(Collected data entries)
"""The report page: report.html, one self-contained interactive file built from what the stages computed.

:func:`report_html` lays out the analysed lap's headline numbers, the corner table, a
detail panel per corner and the figures for a driver and an engineer. The figures are
plotly.js figure specifications (:mod:`limitlap.figures`) drawn in the browser by the
vendored plotly.js (``limitlap/vendor/plotly-basic.min.js``, inlined), with a short
script of our own that links the views along the lap: zoom or select a stretch in one
and the others follow, hover reads every trace at that distance, a click on a corner
zooms every view to it and shows its detail, and the session's laps switch on and off.
Nothing is loaded from the network (the page's content security policy forbids it).

The page is written by :func:`limitlap.outputs.write_outputs`, which writes every file
of a run; this module writes nothing itself.
"""

from __future__ import annotations

import functools
import html
import json
import math
import re
from importlib import resources

from limitlap import figures as fg
from limitlap.advice import line_advice
from limitlap.formatting import (
    METRIC,
    NOT_AVAILABLE,
    Units,
    brake_points,
    distance,
    grip,
    grip_used,
    lap_time,
    number,
    signed_time,
    speed_kmh,
    time_left,
    with_band,
)
from limitlap.outputs import ReportView
from limitlap.units import G0_M_S2, KMH_TO_M_S

#: The safety caution every report and target sheet carries.
SAFETY_CAUTION = (
    "These targets are theoretical estimates from a point-mass model of your own laps, "
    "not instructions. Approach them progressively, a step at a time. Wet grip changes "
    "from corner to corner and from lap to lap. The circuit's regulations, its officials "
    "and qualified instructors come first."
)

#: The plotly.js bundle inlined into the page (limitlap/vendor/README.md).
PLOTLY_VERSION = "4.1.1"


@functools.cache
def plotly_js() -> str:
    """The vendored plotly.js basic bundle's text (read once per process)."""
    return (resources.files("limitlap") / "vendor" / "plotly-basic.min.js").read_text("utf-8")


# --------------------------------------------------------------------------- paths


_PART = r"[^\s\\/:;,'\"()<>]+"
#: A path to a file: absolute (from / or a drive letter), or relative with a file
#: extension in its last part (so "m/s" and "a_y/v²" are left alone).
_PATH = re.compile(
    rf"(?:[A-Za-z]:)?(?:[\\/]{_PART})+[\\/]({_PART})|(?:{_PART}[\\/])+({_PART}\.[A-Za-z0-9]+)"
)


def file_names_only(text: str) -> str:
    r"""``text`` with every path to a file cut to the file's name.

    >>> file_names_only("/home/ana/logs/dry.csv.gz: speed band 10-15 m/s: few samples")
    'dry.csv.gz: speed band 10-15 m/s: few samples'
    >>> file_names_only(r"C:\Users\ana\dry.csv: bad row"), file_names_only("logs/wet.csv")
    ('dry.csv: bad row', 'wet.csv')
    """
    return _PATH.sub(lambda m: m.group(1) or m.group(2), str(text))


# --------------------------------------------------------------------------- figures


#: How the figures name each pedal trace's source (outputs._pedals).
_PEDAL_WORDS = {
    "ideal": ("ideal: share of braking grip", "ideal: share of drive limit"),
    "pedal": (None, "you: throttle pedal"),
    "pressure": ("you: brake pressure, share of the lap's peak", None),
    "acceleration": ("you: braking share from deceleration", "you: drive share from acceleration"),
}


def _pedal_trace(speed_m_s, pedals: dict) -> dict:
    """One lap's traces for the figures: speed and the pedals the comparison drew."""
    import numpy as np

    n = np.asarray(speed_m_s).shape[0]
    blank = np.full(n, np.nan)
    brake_src, drive_src = pedals.get("brake_source"), pedals.get("drive_source")
    return {
        "speed_m_s": speed_m_s,
        "brake": pedals.get("brake", blank),
        "throttle": pedals.get("drive", blank),
        "brake_label": _PEDAL_WORDS.get(brake_src, ("", ""))[0] or "",
        "throttle_label": _PEDAL_WORDS.get(drive_src, ("", ""))[1] or "",
    }


def _pedal_traces(v: ReportView):
    """(real, ideal): brake and throttle shares 0-1 along the lap and what each is of."""
    return (
        _pedal_trace(v.speed_real_m_s, v.pedals_real),
        _pedal_trace(v.speed_ideal_m_s, v.pedals_ideal),
    )


def _fitbrake_points(fit):
    """Boundary points of an envelope fit per speed band, for the g-g figure."""
    import numpy as np

    if fit is None or not fit.bands:
        return None
    return [
        {
            "speed_m_s": np.atleast_1d(np.asarray(band.speed_m_s, dtype=np.float64)),
            "accel_lon_m_s2": np.atleast_1d(np.asarray(band.accel_lon_m_s2, dtype=np.float64)),
            "accel_lat_m_s2": np.atleast_1d(np.asarray(band.accel_lat_m_s2, dtype=np.float64)),
        }
        for band in fit.bands
    ]


def _curvature_title(v: ReportView):
    """The data-check figure's title with the agreement figures; None without inertial channels."""
    check = v.curvature_check
    if check is None or not check.available:
        return None
    parts = []
    agreement = v.agreement or {}
    for name, label in (("accel_lat", "a_y/v²"), ("yaw_rate", "yaw rate/v")):
        fig = agreement.get(f"line_vs_{name}")
        if isinstance(fig, dict) and "correlation" in fig:
            parts.append(
                f"{label}: correlation {fig['correlation']:.3f}, RMS "
                f"{fig.get('relative_rms', float('nan')):.0%}"
            )
    return "Data check: curvature three ways" + (" — " + "; ".join(parts) if parts else "")


def page_figures(v: ReportView, units: Units = METRIC):
    """The page's figures in order, and the arrays they share.

    Returns
    -------
    cols : figures.Columns
    specs : list of figures.FigureSpec
        Speed, time delta, pedals, map (with positions), time left per corner, g-g,
        best of laps (with a composite), data check (with inertial channels).
    """
    cols = fg.Columns()
    d = fg.lap_data(cols, v, units)
    real, ideal = _pedal_traces(v)
    specs = [
        *_session_figures(v),
        fg.speed_figure(cols, d, v, v.other_laps),
        fg.delta_figure(cols, d, v, v.other_laps),
        fg.pedals_figure(cols, d, real, ideal),
    ]
    if v.x_m is not None and v.y_m is not None:
        specs.append(fg.map_figure(cols, v, units))
    specs.append(fg.time_left_figure(v.corners))
    if v.gg_bands:
        specs.append(fg.gg_figure(v.gg_bands, units, fit_points=_fitbrake_points(v.fit)))
    if math.isfinite(v.best_time_s) and v.corners:
        specs.append(
            fg.best_figure(
                v.corners, v.lap_time_s, v.best_time_s, v.ideal_time_s, f"lap {v.lap_number}"
            )
        )
    title = _curvature_title(v)
    if title is not None:
        specs.append(fg.curvature_check_figure(cols, d, v, title))
    return cols, specs


def _session_figures(v: ReportView) -> list:
    """The grip-by-lap figure when the session has laps timed gate to gate."""
    timed = v.session.timed() if v.session is not None else []
    if not timed:
        return []
    return [
        fg.session_figure(
            [r.number for r in timed],
            [r.grip_estimate for r in timed],
            [r.time_left_s for r in timed],
            v.lap_number,
        )
    ]


def detail_figures(v: ReportView, cols, units: Units = METRIC, n: int = 3):
    """Speed, brake and throttle over the ``n`` corners with the most time left (the PNGs)."""
    real, ideal = _pedal_traces(v)
    ranked = sorted(v.corners, key=lambda c: -c["time_left_s"])[:n]
    return [
        fg.detail_figure(_worded(c, units), v, real, ideal, units, f"corner_{i}")
        for i, c in enumerate(ranked, start=1)
    ]


# --------------------------------------------------------------------------- the page


def _worded(c: dict, units: Units) -> dict:
    """The corner with its advice line in ``units`` (the stage words it in km/h and m)."""
    if units is METRIC or c.get("_differences") is None:
        return c
    from limitlap.advice import advice_line
    from limitlap.bands import advice_shown

    plain = advice_line(c["_differences"], units)
    plain = advice_shown(c["name"], c["time_left_s"], c.get("time_left_band_s"), plain)
    return {**c, "plain": plain}


def _page_corners(v: ReportView, units: Units, axis) -> list[dict]:
    """Per corner, in driving order: its summary.json numbers and where the views zoom to."""
    from limitlap.outputs import summary_corner

    k = 1.0 / units.m_per_distance
    out = []
    for c in v.corners:
        x0, x1 = axis.corner_range_m(c)
        rec = summary_corner(c)
        rec["zoom"] = [round(x0 * k, 1), round(x1 * k, 1)]
        rec["marks"] = {
            key: round(c[key] * k, 1)
            for key in ("apex_m", "brake_start_actual_m", "brake_start_ideal_m")
            if c.get(key) is not None and math.isfinite(c[key])
        }
        if x0 < 0:  # a brake point or apex before the gate is drawn at its negative distance
            rec["marks"] = {
                key: round(val - v.length_m * k, 1) if val > x1 else val
                for key, val in rec["marks"].items()
            }
        out.append(rec)
    return out


def _script_json(obj) -> str:
    """JSON for a ``<script type="application/json">``: no ``<`` that could end the element."""
    return json.dumps(obj, ensure_ascii=False, allow_nan=False).replace("<", "\\u003c")


def report_html(v: ReportView, units: Units = METRIC, figures: bool = True) -> str:
    """report.html text: self-contained, interactive, printable.

    Parameters
    ----------
    v : ReportView
        What the report shows.
    units : Units
        How speeds and distances are shown (the page's data carry SI and km/h as
        summary.json does, for the corners).
    figures : bool
        Draw the figures (False: the numbers only, no script).

    Returns
    -------
    str
        The page.
    """
    corners = [_worded(c, units) for c in v.corners]
    v = _with_corners(v, corners)
    out: list[str] = []
    _head(v, out)
    _cards(v, units, out)
    _corner_table(v, units, out)
    _warnings(v, out)
    _session_section(v, out)
    if figures:
        cols, specs = page_figures(v, units)
        axis = fg.LapAxis.of(v.distance_m, v.length_m, v.corners)
        _details(v, units, out)
        _lap_switches(v, out)
        _figure_section(specs, out)
        data = {
            "units": {"speed": units.speed, "distance": units.distance},
            "length": round(v.length_m / units.m_per_distance, 1),
            "corners": _page_corners(v, units, axis),
            "figures": [s.as_json() for s in specs],
            "laps": [{"number": lap.number} for lap in v.other_laps],
        }
        out.append(
            '<script type="application/json" id="limitlap-data">'
            + _script_json(data)[:-1]
            + ',"columns":'
            + cols.json()
            + "}</script>"
        )
        out.append(f"<script>{plotly_js()}</script>")
        out.append(f"<script>{_SCRIPT}</script>")
    _method_and_caution(v, out)
    out += ["</body>", "</html>"]
    return "\n".join(out) + "\n"


def _with_corners(v: ReportView, corners) -> ReportView:
    import dataclasses

    return dataclasses.replace(v, corners=corners)


_CSP = (
    "default-src 'none'; script-src 'unsafe-inline'; style-src 'unsafe-inline'; "
    "img-src data:; font-src data:"
)


def _head(v: ReportView, out: list[str]) -> None:
    e = html.escape
    out += [
        "<!DOCTYPE html>",
        '<html lang="en">',
        "<head>",
        '<meta charset="utf-8">',
        f'<meta http-equiv="Content-Security-Policy" content="{_CSP}">',
        '<meta name="viewport" content="width=device-width, initial-scale=1">',
        f"<title>limitlap report: lap {v.lap_number}</title>",
        f"<style>{_CSS}</style>",
        "</head>",
        "<body>",
        '<header id="summary">',
        f"<h1>Lap {v.lap_number}: {e(lap_time(v.lap_time_s))}, ideal "
        f"{e(lap_time(v.ideal_time_s))}</h1>",
    ]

## EXERCISE DETAILS
Could you transcribe the entries above word for word, from the line with "def page_figures(v: ReportView, units: Units" down to the line with "specs : list of figures.FigureSpec", keeping both?

## SOLUTION
def page_figures(v: ReportView, units: Units = METRIC):
    """The page's figures in order, and the arrays they share.

    Returns
    -------
    cols : figures.Columns
    specs : list of figures.FigureSpec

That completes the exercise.